Numerical Simulation on Flow and Heat Transfer Characteristics of a Single-loop Oscillating Heat Pipe with Variable Pipe Diameter Ratios

Abstract

A three-dimensional numerical model, employing the Volume of Fluid (VOF) method, was developed for a single-loop oscillating heat pipe (OHP) with variable diameters. The investigation explored the impact of varying pipe diameter ratios on flow and heat transfer characteristics at different operational stages under a 40W heat power.
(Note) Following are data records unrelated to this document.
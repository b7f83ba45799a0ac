"""From weighed causes to an answer: one cause, a set of them, or nothing.

Posterior weights are exp(-loss/2). A cause is believed over none when its loss is
smaller by 6.9 (odds of some thirty to one), and over the others with 95 %; else the
smallest set that holds 95 % is the answer. A cause whose largest effect is below a
third of the tolerance is real but does not matter.
"""

from __future__ import annotations

import math
from collections.abc import Sequence

import numpy as np

from geometry.checked import Array
from geometry.signature.findings import Cause
from geometry.signature.kinds import Kind
from geometry.verdicts import Verdict

OVER_NOTHING = 6.9
BELIEVED = 0.95
MATTERS = 1 / 3


def probabilities(losses: Sequence[float]) -> Array:
    """Posterior probabilities of causes given their losses."""
    array = np.asarray(losses, dtype=np.float64)
    weights = np.exp(-0.5 * (array - array.min()))
    return np.asarray(weights / weights.sum())


def credible(causes: Sequence[Cause]) -> tuple[Cause, ...]:
    """The smallest set of real causes that holds 95 %, or nothing.

    `causes` come most probable first.
    """
    nothing = next((c.loss for c in causes if c.kind is Kind.NOTHING), math.inf)
    real = [c for c in causes if c.kind is not Kind.NOTHING]
    if not real or nothing - real[0].loss <= OVER_NOTHING:
        return ()
    total, kept = sum(c.probability for c in real), []
    for cause in real:
        kept.append(cause)
        if sum(c.probability for c in kept) >= BELIEVED * total:
            break
    return tuple(kept)


def verdict(causes: Sequence[Cause], tolerance_m: float) -> Verdict:
    """Pass without a cause that matters, fail for one, ambiguous for several."""
    if not any(matters(cause, tolerance_m) for cause in causes):
        return Verdict.PASS
    return Verdict.FAIL if len(causes) == 1 else Verdict.AMBIGUOUS


def matters(cause: Cause, tolerance_m: float) -> bool:
    """Whether the cause's largest effect passes a third of the tolerance."""
    return cause.effect_m > MATTERS * tolerance_m
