import { pauseReasonLabels, type CrewDayView } from '@hubtack/contracts/shifts/shift.js';
import { clockTime } from '../../lib/format';
import type { ShiftNow } from './shift-now';

interface ShiftLineProps {
  shift: ShiftNow;
  day: CrewDayView | undefined;
  zone: string;
}

/** The shift in words. */
export function ShiftLine({ shift, day, zone }: ShiftLineProps) {
  const words = () => {
    switch (shift.kind) {
      case 'running':
        return `On shift since ${clockTime(shift.since, zone)}`;
      case 'paused': {
        const reason = shift.reason === null ? '' : `: ${pauseReasonLabels[shift.reason].toLowerCase()}`;
        return `Paused since ${clockTime(shift.since, zone)}${reason}`;
      }
      case 'none': {
        const last = day?.shifts.at(-1);
        if (last?.end) return `Shift finished at ${clockTime(last.end, zone)}`;
        return day?.basis === 'pattern' ? 'By the weekly pattern; not started by you' : 'No shift started';
      }
    }
  };
  return <p className="shift-line">{words()}</p>;
}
The results reveal that the diameter ratio significantly affects the spatial arrangement of the evaporation, adiabatic, and condensation sections in the OHP. In the initial stage, the condensation section displays 15 liquid slugs when the diameter ratio is 1, but this number decreases to fewer than 10 in the same area when the diameter ratio exceeds 1. Comparative to a straight-pipe OHP, configurations with varying diameter ratios exhibit a marginal reduction in the average fluid velocity during the circulation of the working fluid inside the pipe, with the most pronounced velocity decrease occurring at a diameter ratio of 0.8. As the diameter ratio increases to 1.25 and 1.5, the turbulent disturbances in the region where the working fluid flows from the adiabatic section to the evaporation or condensation section intensify, facilitating the temperature exchange within the OHP. During stable operation of the OHP, the frequency of temperature oscillations increases with an increasing diameter ratio, while the amplitude decreases. Among all the cases, the OHP with a diameter ratio of 1.25 has the optimal heat resistance, 1.50K/W. The heat transfer performance of the OHP with a pipe diameter ratio of 0.8 deteriorated, and the thermal resistance increased by 27.6% compared with the straight-pipe OHP.